江浪迎面拍打在楼船的撞角上,让整艘船忽然剧烈地摇晃了一下,像货物一般装在船舱里的女人们都惊叫一声,像竹筒里的豆子一般,哗啦啦地朝着一边倒了下去,迭罗汉似的摞成了一团。

正在此时,船舱的大门被人打开了,一道惨白色的日光挟着刺骨的江风立时灌进舱内,冻得那些女人都缩成了一团,簌簌发抖。

朱南桂、杨明海带着傅善祥和十几名幼王从外面走了进来,傅善祥的手上端着一个托盘,上面整整齐齐地迭放着一套行头打扮,一顶沉重的红缨角帽压在最上头。

朱南桂不怀好意地看着洪宣娇道:「母狗,你这几个儿子可真是孝顺,让我们来送一身衣裳给你,快穿上吧!」

「有和……有福……」

洪宣娇一听,心里顿时一股暖意涌起。

虽然她现在这种境况,身上穿不穿衣裳都已经没什么区别了,但一听是孩子们的主意,瞬间又流露出一丝希望来。

看来,她的孩子们不是不认她,一定是当时迫于无奈,为了保命才那么待她的。

傅善祥把托盘放在洪宣娇的跟前,看了一眼神情有些紧张的黄婉梨,不悦地问:「婉梨,你和这条母狗挨在一起做什么?快起来!」

说着,便伸手把黄婉梨一把拉了起来。

黄婉梨的身上无处可藏东西,只能趁着傅善祥不注意,偷偷地又把几个药瓶重新塞回身下的麻袋里,在傅善祥的拉扯下,跌跌撞撞地站了起来。

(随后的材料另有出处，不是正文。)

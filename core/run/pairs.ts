/**
 * What counts as a pair (physics.md section 5), and its margin, rate and flow at an instant: two bubbles with a link between
 * them; two that reach each other through cavities only (`via:M`); a bubble and a reservoir or pool.
 */
import { bubbleVolume } from '../network/geometry.ts';
import { BUBBLE, CAVITY, POOL, type Network } from '../network/network.ts';
import { isPlainSphere, type NodeState } from '../network/node-state.ts';
import { GAS_CONSTANT } from '../quantities/constants.ts';
import { capillaryStiffness, mobileStiffness, pairMargin, pairRate } from '../stability/indices.ts';
import { eliminateInterior, LARGEST_CLUSTER } from '../stability/kron.ts';
import { diffusivePairRate } from '../stability/pair-exchange.ts';
import type { LinkGroup, LinkKernel } from '../transfer/link-kernel.ts';
import type { NetworkSystem } from './system.ts';

export interface Pairs {
  readonly count: number;
  /** True where a link between nodes i and j makes a pair. */
  isPair(i: number, j: number): boolean;
  from(k: number): number;
  to(k: number): number;
  /** A number of the pair's own that outlives a network made smaller. */
  key(k: number): number;
  ends(k: number): readonly [string, string];
  linkName(k: number): string;
  /** True while both ends live and gas can pass. */
  isOpen(k: number, alive: Uint8Array): boolean;
  /** True for two pure-liquid spheres: they never push back. */
  alwaysUnstable(k: number): boolean;
  /** Dimensionless, 1 at the boundary; from the present node state with slopes. */
  margin(k: number, state: NodeState, t: number): number;
  /** 1/s; positive: the pair runs away. */
  rate(k: number, state: NodeState, t: number): number;
  /** mol/s, from -> to. */
  flow(k: number, state: NodeState, t: number): number;
  /** Finds the ways through cavities anew from the present node state, after valves or bubbles changed. */
  refresh(state: NodeState, t: number): void;
}

interface Via {
  readonly i: number;
  readonly j: number;
  readonly name: string;
  conductance: number; // mol/(s Pa)
}

/**
 * @param runLength s: a species whose own exchange takes longer counts as frozen
 */
export function createPairs(system: NetworkSystem, linkOpen: readonly Uint8Array[], runLength: number): Pairs {
  const { network, groups } = system;
  const { nodes } = network;
  const species = network.species.length;
  const RT = GAS_CONSTANT * network.temperature;
  // A bubble and a cavity are not a pair to judge by: a small cavity is stiff, whatever the bubbles on it do to each other.
  const isPair = (i: number, j: number): boolean =>
    (nodes.kind[i] === BUBBLE && nodes.kind[j] !== CAVITY) || (nodes.kind[j] === BUBBLE && nodes.kind[i] !== CAVITY);
  // Links that make a pair by themselves, as flat lists: beds have 10^5 of them.
  const found: number[] = [];
  groups.forEach(({ group }, g) => {
    const { from, to, count } = group.table;
    for (let l = 0; l < count; l++) if (isPair(from[l]!, to[l]!)) found.push(g, l);
  });
  const direct = found.length / 2;
  const groupAt = Int32Array.from({ length: direct }, (_, k) => found[2 * k]!);
  const linkAt = Int32Array.from({ length: direct }, (_, k) => found[2 * k + 1]!);
  const fromOf = (k: number): number =>
    k < direct ? groups[groupAt[k]!]!.group.table.from[linkAt[k]!]! : through[k - direct]!.i;
  const toOf = (k: number): number =>
    k < direct ? groups[groupAt[k]!]!.group.table.to[linkAt[k]!]! : through[k - direct]!.j;
  const through = viaCavities(network);
  const flows = new Float64Array(species);
  const conductances = new Float64Array(species);
  const frozen = new Uint8Array(species);
  const side = new Float64Array(2); // u and d of one end
  const diagonal = new Float64Array(species);
  const common = new Float64Array(species);
  const kernelOf = (g: number): LinkKernel => groups[g]!.kernel;
  const groupOf = (g: number): LinkGroup => groups[g]!.group;

  const name = (i: number): string => network.nodeName(nodes.origin[i]!);

  /** u of one end for the mobile gas, and d, the size of its capillary destabilising part, into `side`. */
  function lookAt(i: number, state: NodeState, anyFrozen: boolean): void {
    if (nodes.kind[i] !== BUBBLE) {
      side[0] = state.stiffness[i]!;
      side[1] = 0;
      if (nodes.kind[i] === POOL && species > 1) {
        let capacity = 0;
        for (let k = 0; k < species; k++)
          if (!anyFrozen || frozen[k] === 0) capacity += nodes.capacity[i * species + k]!;
        side[0] = 1 / capacity;
      }
      return;
    }
    const p = state.pressure[i]!;
    side[0] = state.stiffness[i]!;
    side[1] = capillaryStiffness(nodes.faces[i]!, state.tension[i]!, state.radius[i]!, p, network.temperature);
    if (!anyFrozen) return;
    let still = 0;
    for (let k = 0; k < species; k++) if (frozen[k] === 1) still += state.partial[i * species + k]!;
    const volume = bubbleVolume(nodes.mouth[i]!, state.size[i]!);
    side[0] = mobileStiffness(volumeStiffness(i, state, volume), still, volume, p - still, network.temperature);
  }

  /** dp/dV of a bubble from its u = p' RT/(p + V p'), Pa/m^3. */
  function volumeStiffness(i: number, state: NodeState, volume: number): number {
    const u = state.stiffness[i]!;
    return (u * state.pressure[i]!) / (RT - u * volume);
  }

  /** The parts of H = diag(a) - b 1^T that one end adds to a pair's exchange (see stability/pair-exchange.ts). */
  function addExchange(i: number, state: NodeState): void {
    const kind = nodes.kind[i];
    if (kind === POOL) {
      for (let k = 0; k < species; k++) diagonal[k]! += 1 / nodes.capacity[i * species + k]!;
    } else if (kind === BUBBLE) {
      const volume = bubbleVolume(nodes.mouth[i]!, state.size[i]!);
      const widening = RT / (state.pressure[i]! + volume * volumeStiffness(i, state, volume)); // dV/dn
      for (let k = 0; k < species; k++) {
        diagonal[k]! += RT / volume;
        common[k]! += (state.partial[i * species + k]! / volume) * widening;
      }
    }
  }

  /** Which species are frozen on a diffusive link: own exchange time, with both ends' capacities in series, beyond the run. */
  function freeze(k: number, state: NodeState, t: number): boolean {
    const group = groupAt[k]!;
    const ends = [fromOf(k), toOf(k)];
    if (species === 1 || !kernelOf(group).diffusive) return false;
    kernelOf(group).conductance(groupOf(group), linkAt[k]!, state, t, conductances);
    let still = 0;
    for (let s = 0; s < species; s++) {
      let inverse = 0;
      for (const i of ends) {
        if (nodes.kind[i] === BUBBLE) inverse += 1 / bubbleVolume(nodes.mouth[i]!, state.size[i]!);
      }
      frozen[s] = 1 / (RT * conductances[s]! * inverse) > runLength ? 1 : 0;
      still += frozen[s]!;
    }
    // Where nothing can move within the run, the whole gas speaks: the margin then tells of a longer one.
    return still > 0 && still < species;
  }

  return {
    count: direct + through.length,
    isPair,
    from: fromOf,
    to: toOf,
    // Via cavities: far below zero, and so apart from the links' own numbers (those that were joined have small negative ones).
    key: (k) =>
      k < direct
        ? groupOf(groupAt[k]!).table.origin[linkAt[k]!]!
        : -(2 ** 32) - nodes.origin[fromOf(k)]! * 2 ** 26 - nodes.origin[toOf(k)]!,
    ends(k) {
      return [name(fromOf(k)), name(toOf(k))];
    },
    linkName(k) {
      if (k >= direct) return through[k - direct]!.name;
      const group = groupAt[k]!;
      const link = linkAt[k]!;
      return network.linkName(groupOf(group).table.origin[link]!);
    },
    isOpen(k, alive) {
      const i = fromOf(k);
      const j = toOf(k);
      if (alive[i] === 0 || alive[j] === 0) return false;
      if (k >= direct) return through[k - direct]!.conductance > 0;
      return linkOpen[groupAt[k]!]![linkAt[k]!] !== 0;
    },
    alwaysUnstable(k) {
      const i = fromOf(k);
      const j = toOf(k);
      const hopeless = (n: number): boolean => nodes.kind[n] !== BUBBLE || isPlainSphere(network, n);
      return species === 1 && nodes.kind[i] !== POOL && nodes.kind[j] !== POOL && hopeless(i) && hopeless(j);
    },
    margin(k, state, t) {
      const i = fromOf(k);
      const j = toOf(k);
      const anyFrozen = k < direct && freeze(k, state, t);
      lookAt(i, state, anyFrozen);
      const ui = side[0]!;
      const di = side[1]!;
      lookAt(j, state, anyFrozen);
      return pairMargin(ui, side[0]!, di, side[1]!);
    },
    rate(k, state, t) {
      const i = fromOf(k);
      const j = toOf(k);
      if (k >= direct) {
        return pairRate(through[k - direct]!.conductance, state.stiffness[i]!, state.stiffness[j]!);
      }
      const group = groupAt[k]!;
      const link = linkAt[k]!;
      const kernel = kernelOf(group);
      kernel.conductance(groupOf(group), link, state, t, conductances);
      if (species === 1 || !kernel.diffusive) {
        return pairRate(conductances[0]!, state.stiffness[i]!, state.stiffness[j]!);
      }
      diagonal.fill(0);
      common.fill(0);
      addExchange(i, state);
      addExchange(j, state);
      return diffusivePairRate(diagonal, common, conductances, species);
    },
    flow(k, state, t) {
      const i = fromOf(k);
      const j = toOf(k);
      if (k >= direct) {
        return through[k - direct]!.conductance * (state.pressure[i]! - state.pressure[j]!);
      }
      const group = groupAt[k]!;
      const link = linkAt[k]!;
      kernelOf(group).flow(groupOf(group), link, state, t, flows);
      let sum = 0;
      for (let s = 0; s < species; s++) sum += flows[s]!;
      return sum;
    },
    refresh(state, t) {
      if (through.length === 0) return;
      const from: number[] = [];
      const to: number[] = [];
      const conductance: number[] = [];
      groups.forEach(({ group, kernel }, g) => {
        if (kernel.diffusive) return;
        for (let l = 0; l < group.table.count; l++) {
          if (linkOpen[g]![l] === 0) continue;
          kernel.conductance(group, l, state, t, conductances);
          from.push(group.table.from[l]!);
          to.push(group.table.to[l]!);
          conductance.push(conductances[0]!);
        }
      });
      const interior = Uint8Array.from(nodes.kind, (kind) => (kind === CAVITY ? 1 : 0));
      const left = new Map<number, number>();
      for (const cluster of eliminateInterior(
        nodes.count,
        Int32Array.from(from),
        Int32Array.from(to),
        Float64Array.from(conductance),
        interior,
      )) {
        cluster.from.forEach((i, q) => left.set(i * nodes.count + cluster.to[q]!, cluster.conductance[q]!));
      }
      for (const pair of through) pair.conductance = left.get(pair.i * nodes.count + pair.j) ?? 0;
    },
  };
}

/** Every two bubbles that reach each other through cavities only, whatever the valves; clusters of too many are left out. */
function viaCavities(network: Network): Via[] {
  const { nodes } = network;
  if (!nodes.kind.includes(CAVITY)) return [];
  const parent = Int32Array.from({ length: nodes.count }, (_, i) => i);
  const root = (i: number): number => {
    while (parent[i] !== i) i = parent[i] = parent[parent[i]!]!;
    return i;
  };
  const touching = new Map<number, Set<number>>(); // cavity -> bubbles with a tube to it
  for (const table of network.links) {
    for (let l = 0; l < table.count; l++) {
      const i = table.from[l]!;
      const j = table.to[l]!;
      const [a, b] = [nodes.kind[i] === CAVITY, nodes.kind[j] === CAVITY];
      if (a && b) parent[root(i)] = root(j);
      else if (a && nodes.kind[j] === BUBBLE) touching.set(i, (touching.get(i) ?? new Set()).add(j));
      else if (b && nodes.kind[i] === BUBBLE) touching.set(j, (touching.get(j) ?? new Set()).add(i));
    }
  }
  const clusters = new Map<number, { bubbles: Set<number>; cavities: number[] }>();
  for (let c = 0; c < nodes.count; c++) {
    if (nodes.kind[c] !== CAVITY) continue;
    const cluster = clusters.get(root(c)) ?? { bubbles: new Set<number>(), cavities: [] };
    clusters.set(root(c), cluster);
    cluster.cavities.push(c);
    for (const bubble of touching.get(c) ?? []) cluster.bubbles.add(bubble);
  }
  const pairs: Via[] = [];
  for (const { bubbles, cavities } of clusters.values()) {
    if (bubbles.size > LARGEST_CLUSTER) continue;
    const label = `via:${cavities.map((c) => network.nodeName(nodes.origin[c]!)).join('+')}`;
    const list = [...bubbles].sort((a, b) => a - b);
    for (let a = 0; a < list.length; a++) {
      for (let b = a + 1; b < list.length; b++) pairs.push({ i: list[a]!, j: list[b]!, name: label, conductance: 0 });
    }
  }
  return pairs;
}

傅善祥弯腰从托盘上拎起那身衣裳,原来竟是西王娘的黄绸缎四团龙锦绣金丝袍,她清了清嗓子,对着门口喊道:「夫君,你快进来,替母狗更衣!」

尽管还没完婚,但既有曾国藩指婚,傅善祥和扶老二的婚事已是板上钉钉的事,傅善祥没法拒绝,只能听天由命,事先称呼扶老二为夫君,一则以示顺从,二则也能保护自己,免受其他人的凌辱。

那扶老二本以为回乡之后,傅善祥定是会让朱洪章、朱南桂之流据为己有,不能登堂入室,只好当个奴婢,终身供人差遣。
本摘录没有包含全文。